● **TASK**: Copy out all of the records, exactly as they appear.

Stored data
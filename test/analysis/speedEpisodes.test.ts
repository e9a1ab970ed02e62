// Speed-change episodes: the apparent swing of the compass on straight legs, against ANDS (IFH ch. 7), its
// hemisphere reversal, and the closed form of the acceleration error (Williams eq. 3–4; PHYSICS check 9).
import { describe, expect, it } from 'vitest';
import { detectSpeedEpisodes } from '../../src/analysis/speedEpisodes.js';
import { detectTurns } from '../../src/analysis/detectTurns.js';
import { analyseDebrief } from '../../src/analysis/analyseDebrief.js';
import { simulateFlight } from '../../src/synth/simulateFlight.js';
import { truthToFlightState } from '../../src/synth/truthToFlightState.js';
import { simulateCompass } from '../../src/compass/simulateCompass.js';
import { DEFAULT_COMPASS_PROFILE } from '../../src/compass/compassProfile.js';
import { accelerationReadingDeg } from '../../src/compass/turningError.js';
import { G, stateFromColumns, traceFromReadings, uniformField, wrap360 } from './lessonFixtures.js';

/** Straight flight on a true heading with a speed-up and a slow-down (0.6 m/s², 50 ↔ 60 m/s), dynamic card. */
function speedLesson(headingDegTrue: number, dipDeg: number) {
  const truth = simulateFlight({
    start: { t0: 1.8e9, latDeg: dipDeg > 0 ? 52.6 : -43.7, lonDeg: 0.4, altM: 600, headingDegTrue, tasMs: 50 },
    sampleRateHz: 5,
    legs: [
      { kind: 'straight', durationS: 30 },
      { kind: 'speed', toTasMs: 60, accelMs2: 0.6 },
      { kind: 'straight', durationS: 30 },
      { kind: 'speed', toTasMs: 50, accelMs2: 0.6 },
      { kind: 'straight', durationS: 30 },
    ],
  });
  const state = truthToFlightState(truth);
  const field = uniformField(state.n, 19000, dipDeg, 0);
  const compass = simulateCompass(state, field, DEFAULT_COMPASS_PROFILE);
  return detectSpeedEpisodes(state, field, compass, detectTurns(state));
}

describe('apparent swing on speed changes (ANDS: accelerate north, decelerate south; FAA-H-8083-15B ch. 7)', () => {
  it('northern hemisphere, heading west: accelerating shows a turn to the right (toward north), decelerating to the left (common practice)', () => {
    const [acc, dec] = speedLesson(270, 67);
    expect(acc.kind).toBe('accelerating');
    expect(acc.swingDirection).toBe('right');
    expect(dec.kind).toBe('decelerating');
    expect(dec.swingDirection).toBe('left');
  });
  it('northern hemisphere, heading east: accelerating shows a turn to the left (toward north), decelerating to the right', () => {
    const [acc, dec] = speedLesson(90, 67);
    expect(acc.swingDirection).toBe('left');
    expect(dec.swingDirection).toBe('right');
  });
  it('no apparent turn on north or south headings (IFH ch. 7; PHYSICS check 10)', () => {
    for (const h of [0, 180]) {
      const eps = speedLesson(h, 67);
      expect(eps.length).toBe(2);
      for (const e of eps) {
        expect(e.swingDirection).toBe('none');
        expect(Math.abs(e.expectedSwingDeg)).toBeLessThan(0.01);
      }
    }
  });
  it('southern hemisphere reversed: heading west, accelerating shows a turn to the left (toward south)', () => {
    const [acc, dec] = speedLesson(270, -65);
    expect(acc.swingDirection).toBe('left');
    expect(dec.swingDirection).toBe('right');
  });
  it('peak acceleration and heading are measured, and the dynamic card swings most of the static expectation', () => {
    const [acc] = speedLesson(270, 67);
    expect(acc.peakAccelMs2).toBeCloseTo(0.6, 2);
    expect(acc.headingMagDeg).toBeCloseTo(270, 3);
    // Williams eq. 4 at 0.6 m/s², dip 67, 270: the expectation, and the simulated card reaches most of it.
    expect(acc.expectedSwingDeg).toBeCloseTo(accelerationReadingDeg(270, 0.6, 67) - 270, 6);
    expect(acc.swingRatio).toBeGreaterThan(0.5);
    expect(acc.swingRatio).toBeLessThan(1.1);
  });
});

describe('expected swing from the closed form (PHYSICS check 9: dip 65, 090, +0.1 g → −12.0; −0.1 g → +12.0)', () => {
  function constantAccel(headingDeg: number, accG: number) {
    const n = 40;
    const state = stateFromColumns(n, (i) => ({
      t: i, tasMs: 50, gsMs: 50, headingDegTrue: headingDeg, accelLongMs2: i >= 10 && i < 30 ? accG * G : 0,
    }));
    const field = uniformField(n, 20000, 65, 0);
    const mag = new Float64Array(n).fill(headingDeg);
    const reading = Float64Array.from(state.accelLongMs2, (a) => accelerationReadingDeg(headingDeg, a, 65));
    return detectSpeedEpisodes(state, field, traceFromReadings(mag, reading, { errDipAccelDeg: Float64Array.from(reading, (r) => ((r - headingDeg + 540) % 360) - 180) }), []);
  }
  it('+0.1 g on 090 → expected −12.0°, and a card that shows it gives a swing of −12.0° to the left', () => {
    const [e] = constantAccel(90, 0.1);
    expect(e.expectedSwingDeg).toBeCloseTo(-12.0, 1);
    expect(e.peakSwingDeg).toBeCloseTo(-12.0, 1);
    expect(e.swingDirection).toBe('left');
    expect(e.swingRatio).toBeCloseTo(1, 6);
  });
  it('−0.1 g on 090 → +12.0°, to the right', () => {
    const [e] = constantAccel(90, -0.1);
    expect(e.kind).toBe('decelerating');
    expect(e.expectedSwingDeg).toBeCloseTo(12.0, 1);
    expect(e.swingDirection).toBe('right');
  });
});

describe('what is not a speed episode', () => {
  it('accelerations inside a turn, or shorter than the minimum time (3 s), are not episodes', () => {
    const n = 120;
    let h = 0;
    const state = stateFromColumns(n, (i) => {
      const rate = i >= 20 && i < 60 ? 3 : 0;
      const out = { t: i, tasMs: 50, gsMs: 50, headingDegTrue: wrap360(h), turnRateDps: rate, accelLongMs2: (i >= 30 && i < 50) || (i >= 80 && i < 82) ? 0.8 : 0 };
      h += rate;
      return out;
    });
    const field = uniformField(n, 19000, 67);
    const mag = Float64Array.from(state.headingDegTrue);
    const { analysis } = analyseDebrief(state, field, traceFromReadings(mag, Float64Array.from(mag)), {});
    expect(analysis.turns.length).toBe(1);
    expect(analysis.episodes).toEqual([]);
  });
});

● **EXERCISE OUTPUT**:
filename test/analysis/speedEpisodes.test.ts
repository e9a1ab970ed02e62
// Speed-change episodes: the apparent swing of the compass on straight legs, against ANDS (IFH ch. 7), its
// hemisphere reversal, and the closed form of the acceleration error (Williams eq. 3–4; PHYSICS check 9).
import { describe, expect, it } from 'vitest';
import { detectSpeedEpisodes } from '../../src/analysis/speedEpisodes.js';
import { detectTurns } from '../../src/analysis/detectTurns.js';
import { analyseDebrief } from '../../src/analysis/analyseDebrief.js';
import { simulateFlight } from '../../src/synth/simulateFlight.js';
import { truthToFlightState } from '../../src/synth/truthToFlightState.js';
import { simulateCompass } from '../../src/compass/simulateCompass.js';
import { DEFAULT_COMPASS_PROFILE } from '../../src/compass/compassProfile.js';
import { accelerationReadingDeg } from '../../src/compass/turningError.js';
import { G, stateFromColumns, traceFromReadings, uniformField, wrap360 } from './lessonFixtures.js';

/** Straight flight on a true heading with a speed-up and a slow-down (0.6 m/s², 50 ↔ 60 m/s), dynamic card. */
function speedLesson(headingDegTrue: number, dipDeg: number) {
  const truth = simulateFlight({
    start: { t0: 1.8e9, latDeg: dipDeg > 0 ? 52.6 : -43.7, lonDeg: 0.4, altM: 600, headingDegTrue, tasMs: 50 },
    sampleRateHz: 5,
    legs: [
      { kind: 'straight', durationS: 30 },
      { kind: 'speed', toTasMs: 60, accelMs2: 0.6 },
      { kind: 'straight', durationS: 30 },
      { kind: 'speed', toTasMs: 50, accelMs2: 0.6 },
      { kind: 'straight', durationS: 30 },
    ],
  });
  const state = truthToFlightState(truth);
  const field = uniformField(state.n, 19000, dipDeg, 0);
  const compass = simulateCompass(state, field, DEFAULT_COMPASS_PROFILE);
  return detectSpeedEpisodes(state, field, compass, detectTurns(state));
}

describe('apparent swing on speed changes (ANDS: accelerate north, decelerate south; FAA-H-8083-15B ch. 7)', () => {
  it('northern hemisphere, heading west: accelerating shows a turn to the right (toward north), decelerating to the left (common practice)', () => {
    const [acc, dec] = speedLesson(270, 67);
    expect(acc.kind).toBe('accelerating');
    expect(acc.swingDirection).toBe('right');
    expect(dec.kind).toBe('decelerating');
    expect(dec.swingDirection).toBe('left');
  });
  it('northern hemisphere, heading east: accelerating shows a turn to the left (toward north), decelerating to the right', () => {
    const [acc, dec] = speedLesson(90, 67);
    expect(acc.swingDirection).toBe('left');
    expect(dec.swingDirection).toBe('right');
  });
  it('no apparent turn on north or south headings (IFH ch. 7; PHYSICS check 10)', () => {
    for (const h of [0, 180]) {
      const eps = speedLesson(h, 67);
      expect(eps.length).toBe(2);
      for (const e of eps) {
        expect(e.swingDirection).toBe('none');
        expect(Math.abs(e.expectedSwingDeg)).toBeLessThan(0.01);
      }
    }
  });
  it('southern hemisphere reversed: heading west, accelerating shows a turn to the left (toward south)', () => {
    const [acc, dec] = speedLesson(270, -65);
    expect(acc.swingDirection).toBe('left');
    expect(dec.swingDirection).toBe('right');
  });
  it('peak acceleration and heading are measured, and the dynamic card swings most of the static expectation', () => {
    const [acc] = speedLesson(270, 67);
    expect(acc.peakAccelMs2).toBeCloseTo(0.6, 2);
    expect(acc.headingMagDeg).toBeCloseTo(270, 3);
    // Williams eq. 4 at 0.6 m/s², dip 67, 270: the expectation, and the simulated card reaches most of it.
    expect(acc.expectedSwingDeg).toBeCloseTo(accelerationReadingDeg(270, 0.6, 67) - 270, 6);
    expect(acc.swingRatio).toBeGreaterThan(0.5);
    expect(acc.swingRatio).toBeLessThan(1.1);
  });
});

describe('expected swing from the closed form (PHYSICS check 9: dip 65, 090, +0.1 g → −12.0; −0.1 g → +12.0)', () => {
  function constantAccel(headingDeg: number, accG: number) {
    const n = 40;
    const state = stateFromColumns(n, (i) => ({
      t: i, tasMs: 50, gsMs: 50, headingDegTrue: headingDeg, accelLongMs2: i >= 10 && i < 30 ? accG * G : 0,
    }));
    const field = uniformField(n, 20000, 65, 0);
    const mag = new Float64Array(n).fill(headingDeg);
    const reading = Float64Array.from(state.accelLongMs2, (a) => accelerationReadingDeg(headingDeg, a, 65));
    return detectSpeedEpisodes(state, field, traceFromReadings(mag, reading, { errDipAccelDeg: Float64Array.from(reading, (r) => ((r - headingDeg + 540) % 360) - 180) }), []);
  }
  it('+0.1 g on 090 → expected −12.0°, and a card that shows it gives a swing of −12.0° to the left', () => {
    const [e] = constantAccel(90, 0.1);
    expect(e.expectedSwingDeg).toBeCloseTo(-12.0, 1);
    expect(e.peakSwingDeg).toBeCloseTo(-12.0, 1);
    expect(e.swingDirection).toBe('left');
    expect(e.swingRatio).toBeCloseTo(1, 6);
  });
  it('−0.1 g on 090 → +12.0°, to the right', () => {
    const [e] = constantAccel(90, -0.1);
    expect(e.kind).toBe('decelerating');
    expect(e.expectedSwingDeg).toBeCloseTo(12.0, 1);
    expect(e.swingDirection).toBe('right');
  });
});

describe('what is not a speed episode', () => {
  it('accelerations inside a turn, or shorter than the minimum time (3 s), are not episodes', () => {
    const n = 120;
    let h = 0;
    const state = stateFromColumns(n, (i) => {
      const rate = i >= 20 && i < 60 ? 3 : 0;
      const out = { t: i, tasMs: 50, gsMs: 50, headingDegTrue: wrap360(h), turnRateDps: rate, accelLongMs2: (i >= 30 && i < 50) || (i >= 80 && i < 82) ? 0.8 : 0 };
      h += rate;
      return out;
    });
    const field = uniformField(n, 19000, 67);
    const mag = Float64Array.from(state.headingDegTrue);
    const { analysis } = analyseDebrief(state, field, traceFromReadings(mag, Float64Array.from(mag)), {});
    expect(analysis.turns.length).toBe(1);
    expect(analysis.episodes).toEqual([]);
  });
});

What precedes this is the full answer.